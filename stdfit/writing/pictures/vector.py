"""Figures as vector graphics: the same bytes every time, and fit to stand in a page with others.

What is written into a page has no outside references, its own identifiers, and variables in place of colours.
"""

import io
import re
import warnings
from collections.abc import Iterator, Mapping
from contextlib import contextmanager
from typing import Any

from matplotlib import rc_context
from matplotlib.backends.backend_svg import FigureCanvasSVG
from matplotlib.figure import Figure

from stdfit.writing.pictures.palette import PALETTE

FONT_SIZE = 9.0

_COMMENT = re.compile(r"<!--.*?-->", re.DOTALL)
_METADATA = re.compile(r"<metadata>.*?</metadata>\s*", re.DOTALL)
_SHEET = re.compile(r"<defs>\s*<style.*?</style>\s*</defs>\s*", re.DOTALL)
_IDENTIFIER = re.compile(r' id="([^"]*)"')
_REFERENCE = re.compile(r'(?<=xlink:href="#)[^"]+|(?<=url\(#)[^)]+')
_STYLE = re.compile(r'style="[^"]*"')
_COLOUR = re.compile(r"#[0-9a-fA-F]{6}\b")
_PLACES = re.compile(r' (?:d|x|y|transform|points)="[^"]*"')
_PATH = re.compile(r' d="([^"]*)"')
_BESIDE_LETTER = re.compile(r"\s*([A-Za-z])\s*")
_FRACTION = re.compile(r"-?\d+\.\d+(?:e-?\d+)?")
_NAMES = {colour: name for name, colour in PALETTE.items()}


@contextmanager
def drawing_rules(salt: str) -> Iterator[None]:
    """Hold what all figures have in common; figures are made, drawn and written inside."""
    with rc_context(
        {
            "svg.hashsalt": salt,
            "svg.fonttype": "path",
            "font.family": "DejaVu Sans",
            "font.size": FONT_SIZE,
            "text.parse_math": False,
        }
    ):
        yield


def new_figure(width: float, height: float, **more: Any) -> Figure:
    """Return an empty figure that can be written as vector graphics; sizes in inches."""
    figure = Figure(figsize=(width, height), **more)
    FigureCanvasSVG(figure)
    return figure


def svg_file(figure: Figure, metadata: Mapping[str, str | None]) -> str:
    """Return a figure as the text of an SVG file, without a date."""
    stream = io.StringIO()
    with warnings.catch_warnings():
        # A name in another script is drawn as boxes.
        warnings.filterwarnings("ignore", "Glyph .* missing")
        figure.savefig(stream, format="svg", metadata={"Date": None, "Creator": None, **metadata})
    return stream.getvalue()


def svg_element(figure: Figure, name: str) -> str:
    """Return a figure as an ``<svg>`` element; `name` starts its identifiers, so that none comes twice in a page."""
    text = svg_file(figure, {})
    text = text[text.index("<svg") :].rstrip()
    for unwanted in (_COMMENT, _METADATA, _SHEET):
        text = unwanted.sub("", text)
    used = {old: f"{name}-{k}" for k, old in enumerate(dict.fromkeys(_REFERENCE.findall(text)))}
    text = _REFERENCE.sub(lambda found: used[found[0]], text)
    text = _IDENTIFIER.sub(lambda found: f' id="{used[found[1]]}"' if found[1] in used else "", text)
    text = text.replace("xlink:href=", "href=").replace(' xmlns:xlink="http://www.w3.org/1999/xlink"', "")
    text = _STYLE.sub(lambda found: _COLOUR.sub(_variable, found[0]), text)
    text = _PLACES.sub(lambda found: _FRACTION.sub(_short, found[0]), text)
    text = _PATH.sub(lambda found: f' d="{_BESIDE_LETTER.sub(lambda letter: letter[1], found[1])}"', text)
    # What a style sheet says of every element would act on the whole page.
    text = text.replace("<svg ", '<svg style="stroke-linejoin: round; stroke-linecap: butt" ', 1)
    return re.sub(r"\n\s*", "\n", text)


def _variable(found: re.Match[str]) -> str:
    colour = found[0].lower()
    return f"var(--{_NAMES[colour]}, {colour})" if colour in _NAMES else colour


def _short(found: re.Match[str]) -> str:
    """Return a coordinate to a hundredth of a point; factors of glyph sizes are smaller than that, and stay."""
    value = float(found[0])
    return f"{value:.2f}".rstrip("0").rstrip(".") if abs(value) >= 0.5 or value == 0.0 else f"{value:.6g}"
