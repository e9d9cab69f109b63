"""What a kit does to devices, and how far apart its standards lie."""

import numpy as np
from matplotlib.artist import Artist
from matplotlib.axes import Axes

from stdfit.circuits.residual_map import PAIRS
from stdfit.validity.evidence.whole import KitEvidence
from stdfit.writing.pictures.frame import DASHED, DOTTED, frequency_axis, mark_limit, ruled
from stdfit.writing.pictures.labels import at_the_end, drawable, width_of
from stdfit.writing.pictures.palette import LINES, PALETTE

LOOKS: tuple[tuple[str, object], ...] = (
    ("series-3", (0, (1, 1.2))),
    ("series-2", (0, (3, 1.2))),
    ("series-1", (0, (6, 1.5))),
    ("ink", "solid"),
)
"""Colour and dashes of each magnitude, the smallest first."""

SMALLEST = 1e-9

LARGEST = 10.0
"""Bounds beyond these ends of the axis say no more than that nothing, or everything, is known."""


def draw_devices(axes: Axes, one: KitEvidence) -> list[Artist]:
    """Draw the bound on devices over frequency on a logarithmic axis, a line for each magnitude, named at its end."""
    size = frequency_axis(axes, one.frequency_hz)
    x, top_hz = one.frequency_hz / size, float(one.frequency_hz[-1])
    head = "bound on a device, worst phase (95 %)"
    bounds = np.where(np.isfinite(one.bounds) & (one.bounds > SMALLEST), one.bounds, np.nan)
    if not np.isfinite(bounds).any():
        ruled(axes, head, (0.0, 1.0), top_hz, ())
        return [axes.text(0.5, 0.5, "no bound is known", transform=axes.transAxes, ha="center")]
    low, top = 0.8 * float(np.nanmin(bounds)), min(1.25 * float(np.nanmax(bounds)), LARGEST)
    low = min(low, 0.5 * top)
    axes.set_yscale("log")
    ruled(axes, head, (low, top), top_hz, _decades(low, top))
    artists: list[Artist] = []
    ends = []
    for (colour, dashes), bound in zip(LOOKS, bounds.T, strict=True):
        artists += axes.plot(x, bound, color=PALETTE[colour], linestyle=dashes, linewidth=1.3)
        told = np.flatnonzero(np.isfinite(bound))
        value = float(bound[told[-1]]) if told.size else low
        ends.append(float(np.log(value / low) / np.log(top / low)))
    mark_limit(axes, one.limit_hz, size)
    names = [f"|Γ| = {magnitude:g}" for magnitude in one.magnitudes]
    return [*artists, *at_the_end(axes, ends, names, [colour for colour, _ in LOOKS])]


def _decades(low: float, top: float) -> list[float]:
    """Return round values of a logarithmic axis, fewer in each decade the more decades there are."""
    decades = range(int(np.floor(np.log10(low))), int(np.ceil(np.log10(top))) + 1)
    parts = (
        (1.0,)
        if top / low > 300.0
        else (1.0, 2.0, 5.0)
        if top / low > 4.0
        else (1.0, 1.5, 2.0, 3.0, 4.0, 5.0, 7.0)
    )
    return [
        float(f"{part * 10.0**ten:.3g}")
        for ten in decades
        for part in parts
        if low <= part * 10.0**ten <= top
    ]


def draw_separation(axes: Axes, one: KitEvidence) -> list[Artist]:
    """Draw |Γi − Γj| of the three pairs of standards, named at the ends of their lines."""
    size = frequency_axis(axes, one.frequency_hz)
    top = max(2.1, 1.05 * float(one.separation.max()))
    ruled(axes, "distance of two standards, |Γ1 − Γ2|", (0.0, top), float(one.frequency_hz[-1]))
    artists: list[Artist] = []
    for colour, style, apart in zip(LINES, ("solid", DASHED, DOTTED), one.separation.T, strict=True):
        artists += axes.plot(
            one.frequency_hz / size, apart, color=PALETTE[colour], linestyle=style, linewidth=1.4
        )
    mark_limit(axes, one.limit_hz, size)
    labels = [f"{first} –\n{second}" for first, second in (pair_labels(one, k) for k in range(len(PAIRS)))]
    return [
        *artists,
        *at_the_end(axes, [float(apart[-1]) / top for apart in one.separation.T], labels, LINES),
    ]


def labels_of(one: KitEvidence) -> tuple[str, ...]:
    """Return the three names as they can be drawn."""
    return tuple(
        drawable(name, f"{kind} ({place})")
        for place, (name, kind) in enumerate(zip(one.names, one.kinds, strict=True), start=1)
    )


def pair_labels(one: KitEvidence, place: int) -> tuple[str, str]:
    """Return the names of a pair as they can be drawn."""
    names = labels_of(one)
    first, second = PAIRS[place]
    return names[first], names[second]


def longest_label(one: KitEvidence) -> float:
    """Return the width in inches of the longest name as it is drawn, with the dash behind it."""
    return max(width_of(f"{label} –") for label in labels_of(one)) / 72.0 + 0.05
---
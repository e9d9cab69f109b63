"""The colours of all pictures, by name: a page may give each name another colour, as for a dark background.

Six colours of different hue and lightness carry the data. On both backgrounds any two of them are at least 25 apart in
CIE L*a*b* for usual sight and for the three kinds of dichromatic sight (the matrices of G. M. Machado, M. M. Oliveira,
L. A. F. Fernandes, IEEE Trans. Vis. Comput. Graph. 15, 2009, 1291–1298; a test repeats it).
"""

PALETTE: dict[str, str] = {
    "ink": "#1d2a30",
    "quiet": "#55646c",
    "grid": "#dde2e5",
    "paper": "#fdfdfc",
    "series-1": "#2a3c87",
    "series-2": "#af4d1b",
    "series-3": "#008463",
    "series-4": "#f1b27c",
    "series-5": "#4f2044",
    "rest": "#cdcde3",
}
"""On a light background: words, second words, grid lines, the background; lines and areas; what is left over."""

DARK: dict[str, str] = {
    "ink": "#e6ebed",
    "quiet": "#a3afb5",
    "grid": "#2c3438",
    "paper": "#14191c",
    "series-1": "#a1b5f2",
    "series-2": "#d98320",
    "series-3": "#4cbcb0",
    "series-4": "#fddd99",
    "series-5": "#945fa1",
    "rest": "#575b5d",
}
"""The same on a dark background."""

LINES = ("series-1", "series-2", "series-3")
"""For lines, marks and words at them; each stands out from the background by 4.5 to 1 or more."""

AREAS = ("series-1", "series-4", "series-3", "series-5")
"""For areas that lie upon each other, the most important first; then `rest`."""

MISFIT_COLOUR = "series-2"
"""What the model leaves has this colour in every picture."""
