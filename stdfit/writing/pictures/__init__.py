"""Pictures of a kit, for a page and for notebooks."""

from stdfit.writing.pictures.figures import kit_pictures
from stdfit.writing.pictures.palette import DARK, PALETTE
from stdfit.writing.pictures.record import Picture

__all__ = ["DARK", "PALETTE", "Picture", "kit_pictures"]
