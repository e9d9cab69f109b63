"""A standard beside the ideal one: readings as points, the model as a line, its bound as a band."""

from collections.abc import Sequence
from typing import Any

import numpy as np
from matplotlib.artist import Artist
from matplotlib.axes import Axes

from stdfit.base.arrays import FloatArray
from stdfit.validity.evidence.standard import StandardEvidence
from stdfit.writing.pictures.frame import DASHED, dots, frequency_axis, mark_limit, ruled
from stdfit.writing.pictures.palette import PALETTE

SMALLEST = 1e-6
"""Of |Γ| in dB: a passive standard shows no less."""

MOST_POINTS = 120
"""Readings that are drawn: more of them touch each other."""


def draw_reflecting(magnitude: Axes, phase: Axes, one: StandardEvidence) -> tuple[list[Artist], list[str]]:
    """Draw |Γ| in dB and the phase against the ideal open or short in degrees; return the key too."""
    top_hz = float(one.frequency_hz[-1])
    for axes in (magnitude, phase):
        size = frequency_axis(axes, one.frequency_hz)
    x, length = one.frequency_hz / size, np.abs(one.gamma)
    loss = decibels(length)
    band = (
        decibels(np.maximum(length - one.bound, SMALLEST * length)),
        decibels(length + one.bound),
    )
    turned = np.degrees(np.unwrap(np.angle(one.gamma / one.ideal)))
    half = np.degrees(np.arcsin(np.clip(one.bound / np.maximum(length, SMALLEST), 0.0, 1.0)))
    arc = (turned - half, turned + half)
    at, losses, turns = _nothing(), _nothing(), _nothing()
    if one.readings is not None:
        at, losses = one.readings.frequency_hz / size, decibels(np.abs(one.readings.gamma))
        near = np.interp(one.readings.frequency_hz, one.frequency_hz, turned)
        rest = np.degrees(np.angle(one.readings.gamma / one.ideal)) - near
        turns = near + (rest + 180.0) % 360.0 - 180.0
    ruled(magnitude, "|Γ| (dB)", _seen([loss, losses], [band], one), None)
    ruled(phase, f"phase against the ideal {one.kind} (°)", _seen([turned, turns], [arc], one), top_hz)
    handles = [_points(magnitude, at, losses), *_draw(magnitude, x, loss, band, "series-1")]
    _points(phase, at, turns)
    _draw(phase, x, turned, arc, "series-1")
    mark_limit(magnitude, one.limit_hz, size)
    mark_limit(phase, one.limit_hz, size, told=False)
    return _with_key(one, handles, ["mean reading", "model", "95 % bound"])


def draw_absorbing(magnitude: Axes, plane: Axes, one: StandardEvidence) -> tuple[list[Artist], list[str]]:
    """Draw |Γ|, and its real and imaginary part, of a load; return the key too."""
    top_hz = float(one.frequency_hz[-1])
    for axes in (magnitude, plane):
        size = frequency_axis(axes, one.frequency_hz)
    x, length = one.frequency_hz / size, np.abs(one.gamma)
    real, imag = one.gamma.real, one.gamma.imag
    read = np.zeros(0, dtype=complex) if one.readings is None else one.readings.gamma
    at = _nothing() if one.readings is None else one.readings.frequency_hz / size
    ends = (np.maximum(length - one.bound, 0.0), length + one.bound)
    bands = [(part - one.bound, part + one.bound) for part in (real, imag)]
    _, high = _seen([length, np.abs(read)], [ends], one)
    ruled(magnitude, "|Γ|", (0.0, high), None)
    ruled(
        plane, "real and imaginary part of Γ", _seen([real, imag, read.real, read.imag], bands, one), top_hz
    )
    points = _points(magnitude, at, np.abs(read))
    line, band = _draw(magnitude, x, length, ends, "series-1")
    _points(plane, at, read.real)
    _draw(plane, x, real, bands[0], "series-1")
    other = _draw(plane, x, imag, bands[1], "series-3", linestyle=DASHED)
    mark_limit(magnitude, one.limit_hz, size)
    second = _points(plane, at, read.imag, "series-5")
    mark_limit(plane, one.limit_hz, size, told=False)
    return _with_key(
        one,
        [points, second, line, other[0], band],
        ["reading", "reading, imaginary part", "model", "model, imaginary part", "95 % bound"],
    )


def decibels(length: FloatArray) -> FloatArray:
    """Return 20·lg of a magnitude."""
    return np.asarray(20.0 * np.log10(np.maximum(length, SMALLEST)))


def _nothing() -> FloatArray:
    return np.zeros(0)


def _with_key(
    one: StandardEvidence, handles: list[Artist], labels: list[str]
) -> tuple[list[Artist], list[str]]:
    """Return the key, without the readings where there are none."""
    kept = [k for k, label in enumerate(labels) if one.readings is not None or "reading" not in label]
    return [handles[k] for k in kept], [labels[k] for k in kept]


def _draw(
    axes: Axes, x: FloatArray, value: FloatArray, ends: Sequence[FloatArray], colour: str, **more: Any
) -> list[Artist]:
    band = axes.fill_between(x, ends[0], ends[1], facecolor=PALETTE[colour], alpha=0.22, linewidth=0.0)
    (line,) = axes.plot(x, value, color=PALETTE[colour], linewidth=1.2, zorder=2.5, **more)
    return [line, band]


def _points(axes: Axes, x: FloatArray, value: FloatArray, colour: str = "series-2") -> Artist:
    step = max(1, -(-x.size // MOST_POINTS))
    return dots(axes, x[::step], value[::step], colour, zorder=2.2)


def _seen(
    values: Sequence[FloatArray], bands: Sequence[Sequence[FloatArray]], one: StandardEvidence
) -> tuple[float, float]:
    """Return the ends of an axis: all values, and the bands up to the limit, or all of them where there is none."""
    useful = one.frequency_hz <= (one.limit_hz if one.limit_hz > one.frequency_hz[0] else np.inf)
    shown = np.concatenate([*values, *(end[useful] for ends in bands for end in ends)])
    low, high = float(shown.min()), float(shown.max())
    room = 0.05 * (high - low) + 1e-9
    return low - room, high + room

▶ _Required action_
Determine the number of lines in the entries that contain "rstrip", then write that number alone.

▶ _Your solution_
2